EXERCISE INPUTS section start
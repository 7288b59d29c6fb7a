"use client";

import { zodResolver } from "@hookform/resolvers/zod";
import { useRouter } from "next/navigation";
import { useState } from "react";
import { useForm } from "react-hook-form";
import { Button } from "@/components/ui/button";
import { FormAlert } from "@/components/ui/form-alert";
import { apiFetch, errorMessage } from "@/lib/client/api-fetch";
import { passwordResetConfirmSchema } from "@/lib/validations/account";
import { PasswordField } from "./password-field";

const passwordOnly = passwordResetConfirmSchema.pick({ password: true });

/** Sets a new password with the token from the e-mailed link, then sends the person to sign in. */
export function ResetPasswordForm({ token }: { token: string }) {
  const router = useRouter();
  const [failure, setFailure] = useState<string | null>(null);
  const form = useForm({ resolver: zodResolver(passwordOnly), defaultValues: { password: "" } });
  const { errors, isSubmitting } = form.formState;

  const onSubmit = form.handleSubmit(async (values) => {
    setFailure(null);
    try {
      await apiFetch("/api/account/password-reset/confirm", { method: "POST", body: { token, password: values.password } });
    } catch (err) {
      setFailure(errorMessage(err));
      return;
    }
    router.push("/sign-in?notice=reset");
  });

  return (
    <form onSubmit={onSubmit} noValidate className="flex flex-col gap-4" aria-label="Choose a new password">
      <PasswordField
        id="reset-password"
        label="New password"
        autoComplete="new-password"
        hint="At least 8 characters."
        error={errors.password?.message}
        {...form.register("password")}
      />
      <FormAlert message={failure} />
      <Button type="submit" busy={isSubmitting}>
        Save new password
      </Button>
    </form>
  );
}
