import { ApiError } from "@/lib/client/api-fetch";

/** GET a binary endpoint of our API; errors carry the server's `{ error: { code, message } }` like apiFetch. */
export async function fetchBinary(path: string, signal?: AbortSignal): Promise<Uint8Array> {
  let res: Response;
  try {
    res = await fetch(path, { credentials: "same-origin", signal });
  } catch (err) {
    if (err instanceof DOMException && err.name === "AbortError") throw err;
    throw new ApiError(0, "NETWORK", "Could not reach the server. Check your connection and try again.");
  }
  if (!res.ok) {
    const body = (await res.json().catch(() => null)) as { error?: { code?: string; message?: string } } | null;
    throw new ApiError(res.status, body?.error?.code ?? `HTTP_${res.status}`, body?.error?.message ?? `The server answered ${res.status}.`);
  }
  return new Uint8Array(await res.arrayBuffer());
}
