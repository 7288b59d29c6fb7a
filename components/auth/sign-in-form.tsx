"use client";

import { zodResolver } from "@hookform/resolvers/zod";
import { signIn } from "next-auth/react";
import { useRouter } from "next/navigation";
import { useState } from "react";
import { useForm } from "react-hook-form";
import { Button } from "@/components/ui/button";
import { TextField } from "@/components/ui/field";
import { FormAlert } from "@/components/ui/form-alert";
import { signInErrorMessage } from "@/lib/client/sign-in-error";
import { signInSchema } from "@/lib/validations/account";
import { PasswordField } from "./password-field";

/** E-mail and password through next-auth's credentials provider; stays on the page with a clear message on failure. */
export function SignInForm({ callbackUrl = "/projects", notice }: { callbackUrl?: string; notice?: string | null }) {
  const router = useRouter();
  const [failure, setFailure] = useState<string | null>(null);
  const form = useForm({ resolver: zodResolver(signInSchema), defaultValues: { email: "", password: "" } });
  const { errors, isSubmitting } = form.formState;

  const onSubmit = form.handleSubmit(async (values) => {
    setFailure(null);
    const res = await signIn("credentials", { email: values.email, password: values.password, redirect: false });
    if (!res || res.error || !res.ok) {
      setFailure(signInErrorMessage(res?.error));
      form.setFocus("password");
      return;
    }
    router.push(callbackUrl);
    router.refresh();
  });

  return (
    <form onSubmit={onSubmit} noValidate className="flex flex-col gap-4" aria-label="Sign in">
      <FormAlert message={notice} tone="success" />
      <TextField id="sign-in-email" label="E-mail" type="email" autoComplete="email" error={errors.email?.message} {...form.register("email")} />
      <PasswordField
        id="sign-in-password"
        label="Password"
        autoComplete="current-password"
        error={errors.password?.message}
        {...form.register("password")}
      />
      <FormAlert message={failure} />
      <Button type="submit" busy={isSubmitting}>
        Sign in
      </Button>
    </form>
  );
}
EXERCISE INPUTS section end
PROBLEM STATEMENT — Report every line in the listing that holds the word "useForm".

TASK SOLUTION —
import { useForm } from "react-hook-form";
  const form = useForm({ resolver: zodResolver(passwordOnly), defaultValues: { password: "" } });
import { useForm } from "react-hook-form";
  const form = useForm({ resolver: zodResolver(signInSchema), defaultValues: { email: "", password: "" } });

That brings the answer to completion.